EXERCISE REQUIREMENTS:
Below are several records. Retype exactly those lines running from the one with "running = true" through the one with "for (const reminder", end lines included, and no others.
#####
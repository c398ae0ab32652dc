import { and, eq, isNull, lte, sql } from 'drizzle-orm'
import { loadCode, sealWindow } from '~~/utils/after'
import { countOf } from '~~/utils/planning'
import { formatDateTimeLong } from '~~/utils/time'
import type { Database } from './database'
import { queueMail } from './mailQueue'

/** Who hears about a seal check: every member, helpers included (anyone may record it). */
async function recipientsOf(db: Database, householdId: string): Promise<string[]> {
  const rows = await db.select({ email: tables.users.email }).from(tables.memberships)
    .innerJoin(tables.users, eq(tables.users.id, tables.memberships.userId))
    .where(eq(tables.memberships.householdId, householdId))
  return [...new Set(rows.map(r => r.email))]
}

async function sealReminderMessage(db: Database, loadId: string) {
  const [load] = await db.select().from(tables.canningLoads).where(eq(tables.canningLoads.id, loadId))
  if (!load?.endedAt) return null
  const lines = await db.select({ jars: tables.loadLines.jars, product: tables.loadLines.product, jarName: tables.jarSizes.name })
    .from(tables.loadLines).innerJoin(tables.jarSizes, eq(tables.jarSizes.id, tables.loadLines.jarSizeId))
    .where(eq(tables.loadLines.loadId, loadId)).orderBy(tables.loadLines.lineIndex)
  // Times in the mail are the household's own, with the zone's abbreviation ("7:30 PM MST").
  const zone = await householdTimeZone(db, load.householdId)
  const when = (d: Date) => formatDateTimeLong(d, zone)
  const window = sealWindow(load.endedAt, load.endedAt)
  const code = loadCode(load.number)
  const jars = lines.map(l => `${l.jars} × ${l.product} (${l.jarName})`)
  const link = `${publicUrl()}/logbook/${load.id}`
  const text = [
    `Load ${code} came out of ${load.cannerName} on ${when(load.endedAt)}:`,
    ...jars.map(j => `  - ${j}`),
    '',
    `Its seal check is due now. Test the seals 12–24 hours after a load comes out: between ${when(window.dueAt)} and ${when(window.byAt)}.`,
    'Remove the bands and press the middle of each lid; a lid that springs back has not sealed (USDA Complete Guide to Home Canning, "Testing jar seals").',
    '',
    `Unsealed jars: reprocess within 24 hours of unloading (by ${when(window.reprocessBy)}) with a new lid and the same process time, or refrigerate them and eat within several days.`,
    '',
    `Record the seal check: ${link}`,
  ].join('\n')
  const html = `<p>Load <strong>${escapeHtml(code)}</strong> came out of ${escapeHtml(load.cannerName)} on ${escapeHtml(when(load.endedAt))}:</p>`
    + `<ul>${jars.map(j => `<li>${escapeHtml(j)}</li>`).join('')}</ul>`
    + `<p>Its seal check is due now. Test the seals 12–24 hours after a load comes out: between ${escapeHtml(when(window.dueAt))} and ${escapeHtml(when(window.byAt))}. Remove the bands and press the middle of each lid; a lid that springs back has not sealed (USDA Complete Guide to Home Canning, “Testing jar seals”).</p>`
    + `<p>Unsealed jars: reprocess within 24 hours of unloading (by ${escapeHtml(when(window.reprocessBy))}) with a new lid and the same process time, or refrigerate them and eat within several days.</p>`
    + `<p><a href="${escapeHtml(link)}">Record the seal check</a></p>`
  return { subject: `Seal check due: load ${code} (${countOf(lines.reduce((s, l) => s + l.jars, 0), 'jar')})`, text, html, householdId: load.householdId }
}

let running = false

/**
 * Hand every reminder that is due to the mail queue (server/utils/mailQueue.ts), which sends
 * it and retries while the mail server is down. Each row is claimed with a conditional update
 * (sent_at set only where it is still null) in the same transaction as its queued message, so
 * two ticks, or a server restarted mid-way, never queue one twice.
 */
export async function sendDueReminders(db: Database): Promise<number> {
  if (running) return 0
  running = true
  try {
    const now = serverNow()
    const due = await db.select({ id: tables.reminders.id, loadId: tables.reminders.loadId })
      .from(tables.reminders)
      .where(and(isNull(tables.reminders.sentAt), isNull(tables.reminders.cancelledAt), lte(tables.reminders.dueAt, now)))
    let queued = 0
    for (const reminder of due) {
      const [checked] = await db.select({ id: tables.sealChecks.id }).from(tables.sealChecks).where(eq(tables.sealChecks.loadId, reminder.loadId))
      if (checked) {
        await db.update(tables.reminders).set({ cancelledAt: now }).where(eq(tables.reminders.id, reminder.id))
        continue
      }
      const message = await sealReminderMessage(db, reminder.loadId)
      const to = message ? await recipientsOf(db, message.householdId) : []
      await db.transaction(async (tx) => {
        const [claimed] = await tx.update(tables.reminders)
          .set({ sentAt: now, attempts: sql`${tables.reminders.attempts} + 1`, updatedAt: now, ...(message && to.length ? { recipients: to } : { cancelledAt: now, lastError: 'Nobody to tell.' }) })
          .where(and(eq(tables.reminders.id, reminder.id), isNull(tables.reminders.sentAt)))
          .returning()
        if (!claimed || !message || !to.length) return
        await queueMail(tx, { kind: 'seal-check', householdId: message.householdId, reminderId: reminder.id, to, subject: message.subject, text: message.text, html: message.html })
        queued++
      })
    }
    return queued
  }
  finally {
    running = false
  }
}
#####
YOUR RESPONSE:
  running = true
  try {
    const now = serverNow()
    const due = await db.select({ id: tables.reminders.id, loadId: tables.reminders.loadId })
      .from(tables.reminders)
      .where(and(isNull(tables.reminders.sentAt), isNull(tables.reminders.cancelledAt), lte(tables.reminders.dueAt, now)))
    let queued = 0
    for (const reminder of due) {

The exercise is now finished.